Posted by timothy on Thu Apr 02, 2009 10:40 PM
from the if-you-consider-that-on-its-own dept.
Hugh Pickens writes "A science-savvy robot called Adam has successfully developed and tested its first scientific hypothesis, discovering that certain genes in baker's yeast code for specific enzymes which encourage biochemical reactions in yeast, then ran an experiment with its lab hardware to test its predictions, and analyzed the results, all without human intervention.

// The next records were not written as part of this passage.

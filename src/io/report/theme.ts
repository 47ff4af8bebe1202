/**
 * The report's look: one calm palette shared by the page and the plots, and the plot config
 * handed to vega-lite. Colours are chosen here and nowhere else.
 */

/** Page and plot colours. */
export const PALETTE = {
  ink: '#22303c',
  muted: '#5b6770',
  faint: '#8d969c',
  paper: '#f7f5f0',
  card: '#ffffff',
  rule: '#e3ded5',
  grid: '#eeeae3',
  accent: '#2f6f78',
  caution: '#8a5a1f',
  cautionBack: '#fbf3e4',
  window: '#e9f0ee',
} as const;

/** One colour per hidden state, in state order (then repeating). */
export const STATE_COLOURS = ['#3b6e8f', '#c0873f', '#6e8b5b', '#8a6a9c', '#a0524a', '#4f8f8c'];

/** Colour of a state by index. */
export function stateColour(i: number): string {
  return STATE_COLOURS[i % STATE_COLOURS.length]!;
}

/** One colour per cause of a wrong shot, and for the total. */
export const CAUSE_COLOURS: Record<string, string> = {
  noise: '#6b7f8e',
  relaxation: '#b4574a',
  excitation: '#8a6a9c',
  leakage: '#6e8b5b',
  preparation: '#3f8c8a',
  mapping: '#c0873f',
  total: '#22303c',
};

/** Colour of a cause (a neutral grey for causes added later without a colour). */
export function causeColour(cause: string): string {
  return CAUSE_COLOURS[cause] ?? '#9a9188';
}

/** Ramp for error maps, from low error (deep teal) to high (pale sand). */
export const ERROR_RAMP = ['#1f4e5a', '#3f7f82', '#8dbab0', '#d8e6d9', '#f6f1e3'];
/** Ramp for SNR maps, from low (pale sand) to high (deep umber). */
export const SNR_RAMP = ['#f6f1e3', '#ead39f', '#cf9e57', '#a2672e', '#623a1b'];

/** Colours of noise spectrum components (the total first). */
export const SPECTRUM_COLOURS = ['#22303c', '#3b6e8f', '#b4574a', '#6e8b5b', '#c0873f', '#8a6a9c'];

/** Font stack used by the page and the plots. */
export const FONT = 'DejaVu Sans, Verdana, Helvetica, Arial, sans-serif';

/** vega-lite config: fonts, sizes and colours of axes, legends and titles. */
export const PLOT_CONFIG = {
  background: PALETTE.card,
  font: FONT,
  padding: 6,
  view: { stroke: PALETTE.rule, strokeWidth: 1 },
  axis: {
    labelColor: PALETTE.muted,
    titleColor: PALETTE.ink,
    labelFontSize: 11,
    titleFontSize: 12,
    titleFontWeight: 'normal',
    titlePadding: 8,
    gridColor: PALETTE.grid,
    domainColor: PALETTE.faint,
    tickColor: PALETTE.faint,
  },
  // y titles read horizontally above the axis (long rotated titles would push the plot down)
  axisY: { titleAngle: 0, titleAlign: 'left', titleBaseline: 'bottom', titleX: -42, titleY: -10 },
  legend: {
    labelColor: PALETTE.ink,
    titleColor: PALETTE.muted,
    labelFontSize: 11,
    titleFontSize: 11,
    titleFontWeight: 'normal',
    symbolStrokeWidth: 2,
    labelLimit: 420,
    titleLimit: 420,
  },
  title: { color: PALETTE.ink, fontSize: 13, fontWeight: 'bold', anchor: 'start', offset: 8 },
  header: { labelColor: PALETTE.ink, labelFontSize: 11, titleFontSize: 11 },
  text: { color: PALETTE.ink, fontSize: 11 },
  line: { strokeWidth: 1.6 },
  point: { filled: true, size: 36 },
} as const;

Adam was equipped with a database on genes that are known to be present in bacteria, mice and people, so it knew roughly where it should search in the genetic material for the lysine gene in baker's yeast, Saccharomyces cerevisiae. Ross King, a computer scientist and biologist at Aberystwyth University, first created a computer that could generate hypotheses and perform experiments five years ago. 'This is one of the first systems to get [artificial intelligence] to try and control laboratory automation,' King says. '[Current robots] tend to do one thing or a sequence of things. The complexity of Adam is that it has cycles.' Adam has cost roughly $1 million to develop and the software that drives Adam's thought process sits on three computers, allowing Adam to investigate a thousand experiments a day and still keep track of all the results better than humans can. King's group has also created another robot scientist called Eve dedicated to screening chemical compounds for new pharmaceutical drugs that could combat diseases such as malaria.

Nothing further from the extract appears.